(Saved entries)

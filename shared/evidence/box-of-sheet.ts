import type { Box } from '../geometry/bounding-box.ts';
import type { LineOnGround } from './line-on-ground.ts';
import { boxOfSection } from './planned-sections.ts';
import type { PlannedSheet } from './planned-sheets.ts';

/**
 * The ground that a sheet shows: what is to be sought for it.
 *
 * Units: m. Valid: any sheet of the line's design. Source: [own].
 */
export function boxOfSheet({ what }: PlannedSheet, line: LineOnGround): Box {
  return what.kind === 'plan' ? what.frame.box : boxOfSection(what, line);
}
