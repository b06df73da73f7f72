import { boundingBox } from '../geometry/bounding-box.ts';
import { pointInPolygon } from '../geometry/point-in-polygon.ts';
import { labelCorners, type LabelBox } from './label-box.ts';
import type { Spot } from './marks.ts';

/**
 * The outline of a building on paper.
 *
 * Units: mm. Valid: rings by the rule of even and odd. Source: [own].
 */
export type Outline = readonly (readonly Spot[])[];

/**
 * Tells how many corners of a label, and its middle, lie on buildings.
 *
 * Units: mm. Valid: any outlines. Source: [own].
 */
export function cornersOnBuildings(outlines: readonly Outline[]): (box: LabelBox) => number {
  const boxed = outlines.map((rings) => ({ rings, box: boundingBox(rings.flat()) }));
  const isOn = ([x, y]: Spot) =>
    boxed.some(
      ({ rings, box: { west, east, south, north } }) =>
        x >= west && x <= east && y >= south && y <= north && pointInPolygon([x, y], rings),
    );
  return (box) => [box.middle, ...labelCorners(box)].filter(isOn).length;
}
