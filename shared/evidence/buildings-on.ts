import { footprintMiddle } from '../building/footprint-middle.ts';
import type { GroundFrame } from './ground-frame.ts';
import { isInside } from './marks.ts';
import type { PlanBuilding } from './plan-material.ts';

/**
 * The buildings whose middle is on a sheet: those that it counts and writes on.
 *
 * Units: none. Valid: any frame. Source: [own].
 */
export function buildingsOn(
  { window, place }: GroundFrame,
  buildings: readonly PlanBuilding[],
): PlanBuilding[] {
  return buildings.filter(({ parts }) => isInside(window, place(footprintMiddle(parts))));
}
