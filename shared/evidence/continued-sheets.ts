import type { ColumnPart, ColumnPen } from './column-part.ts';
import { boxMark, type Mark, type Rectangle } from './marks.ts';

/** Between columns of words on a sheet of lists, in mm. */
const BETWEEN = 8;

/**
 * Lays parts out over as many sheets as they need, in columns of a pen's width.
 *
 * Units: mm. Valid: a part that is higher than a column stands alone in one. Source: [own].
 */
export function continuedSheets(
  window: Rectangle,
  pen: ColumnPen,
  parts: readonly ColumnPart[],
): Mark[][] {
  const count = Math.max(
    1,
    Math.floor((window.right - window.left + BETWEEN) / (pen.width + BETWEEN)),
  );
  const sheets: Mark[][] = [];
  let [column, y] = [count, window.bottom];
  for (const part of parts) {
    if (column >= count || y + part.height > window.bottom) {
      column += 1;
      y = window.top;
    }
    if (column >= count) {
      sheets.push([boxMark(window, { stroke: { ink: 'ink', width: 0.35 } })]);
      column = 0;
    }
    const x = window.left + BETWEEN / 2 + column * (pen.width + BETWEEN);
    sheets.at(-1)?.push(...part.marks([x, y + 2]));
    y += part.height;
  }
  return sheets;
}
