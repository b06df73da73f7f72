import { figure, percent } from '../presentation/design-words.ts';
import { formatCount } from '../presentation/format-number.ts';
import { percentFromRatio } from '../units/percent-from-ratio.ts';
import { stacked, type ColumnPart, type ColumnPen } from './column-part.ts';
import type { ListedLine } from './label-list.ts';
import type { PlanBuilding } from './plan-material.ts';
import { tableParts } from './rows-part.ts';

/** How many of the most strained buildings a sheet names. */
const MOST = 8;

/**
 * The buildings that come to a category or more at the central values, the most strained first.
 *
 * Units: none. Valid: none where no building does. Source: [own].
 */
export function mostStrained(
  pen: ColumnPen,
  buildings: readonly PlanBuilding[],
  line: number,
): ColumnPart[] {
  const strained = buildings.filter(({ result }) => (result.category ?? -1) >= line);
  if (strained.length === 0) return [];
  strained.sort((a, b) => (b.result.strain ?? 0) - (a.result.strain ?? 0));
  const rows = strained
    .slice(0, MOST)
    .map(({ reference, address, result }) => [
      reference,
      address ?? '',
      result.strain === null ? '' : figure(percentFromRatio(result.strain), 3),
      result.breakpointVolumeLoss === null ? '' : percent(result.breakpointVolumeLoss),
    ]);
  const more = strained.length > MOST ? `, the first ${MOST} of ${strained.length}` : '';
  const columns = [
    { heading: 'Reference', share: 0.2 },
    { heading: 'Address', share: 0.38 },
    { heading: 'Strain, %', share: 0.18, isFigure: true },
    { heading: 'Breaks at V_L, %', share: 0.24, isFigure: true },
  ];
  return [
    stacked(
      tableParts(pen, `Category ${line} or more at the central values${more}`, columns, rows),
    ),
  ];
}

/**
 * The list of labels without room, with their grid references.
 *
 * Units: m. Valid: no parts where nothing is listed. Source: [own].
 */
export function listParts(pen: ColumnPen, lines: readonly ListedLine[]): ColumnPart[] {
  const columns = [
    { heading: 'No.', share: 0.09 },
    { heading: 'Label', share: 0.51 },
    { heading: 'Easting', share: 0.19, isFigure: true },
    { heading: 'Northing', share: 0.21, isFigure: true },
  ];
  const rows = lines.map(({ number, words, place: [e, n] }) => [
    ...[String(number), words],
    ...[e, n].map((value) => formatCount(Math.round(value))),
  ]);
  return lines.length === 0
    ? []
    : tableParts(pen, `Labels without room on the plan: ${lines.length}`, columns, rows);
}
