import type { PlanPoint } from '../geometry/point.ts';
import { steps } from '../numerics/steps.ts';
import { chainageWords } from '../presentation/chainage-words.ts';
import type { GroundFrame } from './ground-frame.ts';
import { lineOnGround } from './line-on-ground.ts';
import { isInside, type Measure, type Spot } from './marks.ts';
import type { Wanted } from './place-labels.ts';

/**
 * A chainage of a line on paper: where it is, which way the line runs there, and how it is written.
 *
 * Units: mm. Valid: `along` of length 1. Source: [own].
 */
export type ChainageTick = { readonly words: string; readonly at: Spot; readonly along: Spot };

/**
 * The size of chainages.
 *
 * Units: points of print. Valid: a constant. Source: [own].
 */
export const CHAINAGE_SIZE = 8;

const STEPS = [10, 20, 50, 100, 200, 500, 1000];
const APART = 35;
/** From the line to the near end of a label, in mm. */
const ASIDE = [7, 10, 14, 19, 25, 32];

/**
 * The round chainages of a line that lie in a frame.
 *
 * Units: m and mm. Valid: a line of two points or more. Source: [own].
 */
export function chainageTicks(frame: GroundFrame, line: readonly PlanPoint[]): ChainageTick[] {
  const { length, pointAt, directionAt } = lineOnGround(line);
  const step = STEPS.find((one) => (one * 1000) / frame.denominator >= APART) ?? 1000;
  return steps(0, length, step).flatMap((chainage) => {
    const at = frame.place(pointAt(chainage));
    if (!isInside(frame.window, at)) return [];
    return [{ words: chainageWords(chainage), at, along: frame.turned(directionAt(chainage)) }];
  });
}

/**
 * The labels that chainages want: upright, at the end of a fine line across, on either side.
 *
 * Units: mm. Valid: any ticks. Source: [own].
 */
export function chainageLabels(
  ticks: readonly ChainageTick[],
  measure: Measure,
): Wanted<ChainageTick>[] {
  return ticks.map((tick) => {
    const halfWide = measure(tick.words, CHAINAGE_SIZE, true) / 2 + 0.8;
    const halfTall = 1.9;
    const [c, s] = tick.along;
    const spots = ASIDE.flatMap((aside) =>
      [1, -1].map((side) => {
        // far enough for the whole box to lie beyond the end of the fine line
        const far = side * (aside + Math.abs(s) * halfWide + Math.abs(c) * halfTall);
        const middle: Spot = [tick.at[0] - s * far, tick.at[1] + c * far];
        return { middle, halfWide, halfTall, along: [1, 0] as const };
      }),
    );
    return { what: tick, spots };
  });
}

§ Problem requirements: The answer to this exercise is one number: how many lines of the records above contain the string "words".

§ Task answer: 8